====== Records to use

"""Final returns and leavers, by hand."""

from __future__ import annotations

from pathlib import Path

import numpy as np
import pandas as pd
import pytest
from tests.unit import intake_examples as examples
from tests.unit.intake_examples import chunk_of, fault, lines, validate

from lineproof.intake.chunk import Chunk
from lineproof.intake.delisting import Leavers, exit_reasons, leaving_rows
from lineproof.intake.faults import Tally

STAYS = [f"Z,2000-{m:02d}-28,0.01,,1,1" for m in range(1, 13)]


def panel_of(folder: Path, *rows: str, **options) -> pd.DataFrame:
    found = validate(folder, lines(*STAYS, *rows), **options).panel
    return found[found["security"] != "Z"].reset_index(drop=True)


def test_final_return_compounds_with_the_partial_month(tmp_path: Path) -> None:
    panel = panel_of(tmp_path, "A,2000-01-31,0.2,,1,1", "A,2000-02-29,0.1,-0.5,1,1")
    np.testing.assert_allclose(panel["total_return"], [0.2, -0.45], rtol=1e-15)  # 1.1 × 0.5 − 1
    np.testing.assert_allclose(panel["excess_return"], [0.198, -0.452], rtol=1e-15)
    assert panel["leaves"].tolist() == [False, True]


@pytest.mark.parametrize(
    ("ret", "final", "total"),
    [
        ("", "-0.3", -0.3),  # no return of the month: the final return alone
        ("0.1", "-1", -1.0),
        ("-1", "0.5", -1.0),
        ("0.1", "0", 0.1),
        ("0.1", "", 0.1),
        ("", "", np.nan),
    ],
)
def test_last_month(tmp_path: Path, ret: str, final: str, total: float) -> None:
    panel = panel_of(tmp_path, f"A,2000-02-29,{ret},{final},1,1")
    np.testing.assert_allclose(panel["total_return"], [total], rtol=1e-15)


def test_final_return_in_the_last_month_of_the_file(tmp_path: Path) -> None:
    panel = panel_of(tmp_path, "A,2000-12-29,0.1,-0.5,1,1")
    np.testing.assert_allclose(panel["total_return"], [-0.45], rtol=1e-15)
    assert panel["leaves"].tolist() == [False]  # whether it leaves, the file does not say


@pytest.mark.fault(25)
@pytest.mark.parametrize(
    ("stand_in", "total", "said"), [(None, 0.1, "left as it is"), (-0.3, -0.23, "taken as -0.3")]
)
def test_leavers_without_a_final_return(
    tmp_path: Path, stand_in: float | None, total: float, said: str
) -> None:
    rows = ["A,2000-01-31,0.1,,1,1", "B,2000-01-31,0.1,0.1,1,1", "C,2000-12-29,0.1,,1,1"]
    found = validate(tmp_path, lines(*STAYS, *rows), missing_final_return=stand_in)
    totals = found.panel.set_index("security")["total_return"]
    np.testing.assert_allclose(totals[["A", "B", "C"]], [total, 0.21, 0.1], rtol=1e-15)
    entry = fault(found, 25)
    assert (entry["n"], entry["kinds"], entry["examples"]) == (1, {said: 1}, ["A on 2000-01-31"])
    assert "Shumway 1997" in entry["note"]


@pytest.mark.fault(42)
def test_final_returns_of_a_security_that_goes_on_are_not_used(tmp_path: Path) -> None:
    rows = [f"A,2000-0{m}-28,0.1,-0.5,1,1" for m in (1, 2, 4)]  # the vendor repeats it
    found = validate(tmp_path, lines(*STAYS, *rows))
    totals = found.panel.query("security == 'A'")["total_return"]
    # In February A leaves, to come back in April; in January it only goes on.
    np.testing.assert_allclose(totals, [0.1, -0.45, -0.45], rtol=1e-15)
    assert (fault(found, 42)["n"], fault(found, 42)["examples"]) == (1, ["A on 2000-01-28"])


def test_who_is_only_set_aside_has_not_left(tmp_path: Path) -> None:
    rows = ["A,2000-11-30,0.1,,1,1", "A,2000-12-29,halted,,1,1"]
    found = validate(tmp_path, lines(*STAYS, *rows), missing_final_return=-0.3)
    assert found.panel.query("security == 'A'")["total_return"].tolist() == [0.1]
    assert fault(found, 25) is None


def test_who_goes_on_beyond_the_market_has_not_left(tmp_path: Path) -> None:
    rows = ["A,2000-11-30,0.1,,1,1", "A,2001-02-28,0.1,,1,1"]
    found = validate(tmp_path, lines(*STAYS, *rows), missing_final_return=-0.3)
    assert not found.panel["leaves"].any()
    assert fault(found, 25) is None


def test_who_left_with_a_row_set_aside_leaves_in_the_last_row_kept(tmp_path: Path) -> None:
    rows = ["A,2000-02-28,0.1,,1,1", "A,2000-03-31,halted,,1,1"]
    assert panel_of(tmp_path, *rows)["leaves"].tolist() == [True]


@pytest.mark.fault(26)
def test_survivors_only(tmp_path: Path) -> None:
    entry = fault(validate(tmp_path, lines(*STAYS)), 26)
    assert (entry["n"], entry["label"]) == (1, "no security ever leaves")
    leaver = validate(tmp_path, lines(*STAYS, "A,2000-05-31,0.1,,1,1"))
    assert fault(leaver, 26) is None
    assert examples.fault(leaver, 25)["n"] == 1


# By chunk: who leaves, and what stands in for a final return.


def leavers(chunk: Chunk, otherwise: float | None, by_reason: dict[str, float]) -> Leavers:
    first = int(chunk.period.min())
    return Leavers(otherwise, by_reason, first, int(chunk.period.max()) - first + 1)


ROWS = pd.DataFrame(
    {
        "security": list("AABCD"),
        "date": pd.to_datetime(
            ["2000-01-31", "2000-02-15", "2000-02-29", "2000-03-10", "2000-03-31"]
        ),
        "return_": [0.1, 0.2, 0.1, 0.1, np.nan],
        "exit_reason": ["", "merged", "failed", "", "failed"],
    }
)


@pytest.mark.parametrize(
    ("last", "expected"),
    [
        ("2000-01-01", "00000"),
        ("2000-03-01", "01100"),  # C's row on the 10th is in the last month
        ("2000-04-01", "01111"),
    ],
)
def test_who_leaves_before_the_last_period(last: str, expected: str) -> None:
    chunk = chunk_of(ROWS)
    seen = chunk.day[chunk.start[1:] - 1]
    leaves = leaving_rows(chunk, seen, np.datetime64(last))
    assert "".join(str(int(each)) for each in leaves) == expected


def test_who_was_seen_later_has_not_left() -> None:
    chunk = chunk_of(ROWS)
    seen = np.array(["2000-05-31", "2000-02-29", "2000-03-10", "2000-03-31"], "datetime64[D]")
    leaves = leaving_rows(chunk, seen, np.datetime64("2000-05-01"))
    assert leaves.tolist() == [False, False, True, True, True]


def test_final_returns_by_reason() -> None:
    chunk, tally = chunk_of(ROWS), Tally()
    leaves = np.array([False, True, True, True, True])
    total = leavers(chunk, -0.3, {"failed": -1.0, "merged": 0.0}).with_final_returns(
        chunk, leaves, tally
    )
    # A 1.2 × 1 − 1; B and D, failed, lose all; C gives no reason: 1.1 × 0.7 − 1.
    np.testing.assert_allclose(total, [0.1, 0.2, -1.0, -0.23, -1.0], rtol=1e-15)
    (entry,) = tally.report()
    assert (entry["number"], entry["n"]) == (25, 4)
    assert entry["kinds"] == {"taken as -1": 2, "taken as -0.3": 1, "taken as 0": 1}
    assert exit_reasons(chunk, np.array([1, 3])) == ["merged", ""]


def test_what_final_returns_do_to_the_mean() -> None:
    chunk = chunk_of(ROWS.assign(final_return=[np.nan, -0.5, np.nan, np.nan, np.nan]))
    found = leavers(chunk, None, {"failed": -1.0})
    found.with_final_returns(chunk, np.array([False, True, True, True, True]), Tally())
    record = found.record()
    assert (record["n_with"], record["n_without"], found.n) == (1, 3, 4)
    assert record["by_reason"]["failed"] == {"n": 2, "n_with": 0, "n_without": 2, "stand_in": -1.0}
    assert record["by_reason"]["merged"] == {"n": 1, "n_with": 1, "n_without": 0, "stand_in": None}
    # January 0.1; February (0.2 + 0.1)/2, then (1.2 × 0.5 − 1 − 1)/2; March 0.1, then (0.1 − 1)/2.
    np.testing.assert_allclose(record["mean_without"], (0.1 + 0.15 + 0.1) / 3, rtol=1e-15)
    np.testing.assert_allclose(record["mean_with"], (0.1 - 0.7 - 0.45) / 3, rtol=1e-15)


def test_a_reason_that_is_not_listed_leaves_the_return() -> None:
    chunk, tally = chunk_of(ROWS), Tally()
    leaves = np.array([False, True, True, False, False])
    total = leavers(chunk, None, {"failed": -0.5}).with_final_returns(chunk, leaves, tally)
    np.testing.assert_allclose(total, [0.1, 0.2, -0.45, 0.1, np.nan], rtol=1e-15)
    assert tally.kinds[25] == {"left as it is": 1, "taken as -0.5": 1}


def test_a_final_return_given_comes_before_the_reason() -> None:
    chunk = chunk_of(ROWS.assign(final_return=[np.nan, -0.5, np.nan, np.nan, np.nan]))
    leaves = np.array([False, True, False, False, False])
    total = leavers(chunk, -0.3, {"merged": 0.0}).with_final_returns(chunk, leaves, Tally())
    np.testing.assert_allclose(total, [0.1, -0.4, 0.1, 0.1, np.nan], rtol=1e-15)


def test_final_returns_by_reason_of_a_file(tmp_path: Path) -> None:
    columns = {**examples.COLUMNS, "exit_reason": "why"}
    rows = [
        "A,2000-02-29,0.1,,1,1,failed",
        "B,2000-02-29,0.1,,1,1,",
        "C,2000-02-29,0.1,-0.5,1,1,failed",
        "D,2000-12-29,0.1,,1,1,failed",  # in the last month: whether it leaves is not known
    ]
    found = validate(
        tmp_path,
        lines(*rows, header=examples.HEADER + ",why"),
        columns=columns,
        final_return_by_reason={"failed": -1.0},
        missing_final_return=-0.3,
    )
    np.testing.assert_allclose(found.panel["total_return"], [-1.0, -0.23, -0.45, 0.1], rtol=1e-15)
    assert fault(found, 25)["kinds"] == {"taken as -1": 1, "taken as -0.3": 1}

============

◆ **Requirement**
Find every line in the records that has the word "totals". Copy those lines.

◆ **Solved problem**
    totals = found.panel.set_index("security")["total_return"]
    np.testing.assert_allclose(totals[["A", "B", "C"]], [total, 0.21, 0.1], rtol=1e-15)
    totals = found.panel.query("security == 'A'")["total_return"]
    np.testing.assert_allclose(totals, [0.1, -0.45, -0.45], rtol=1e-15)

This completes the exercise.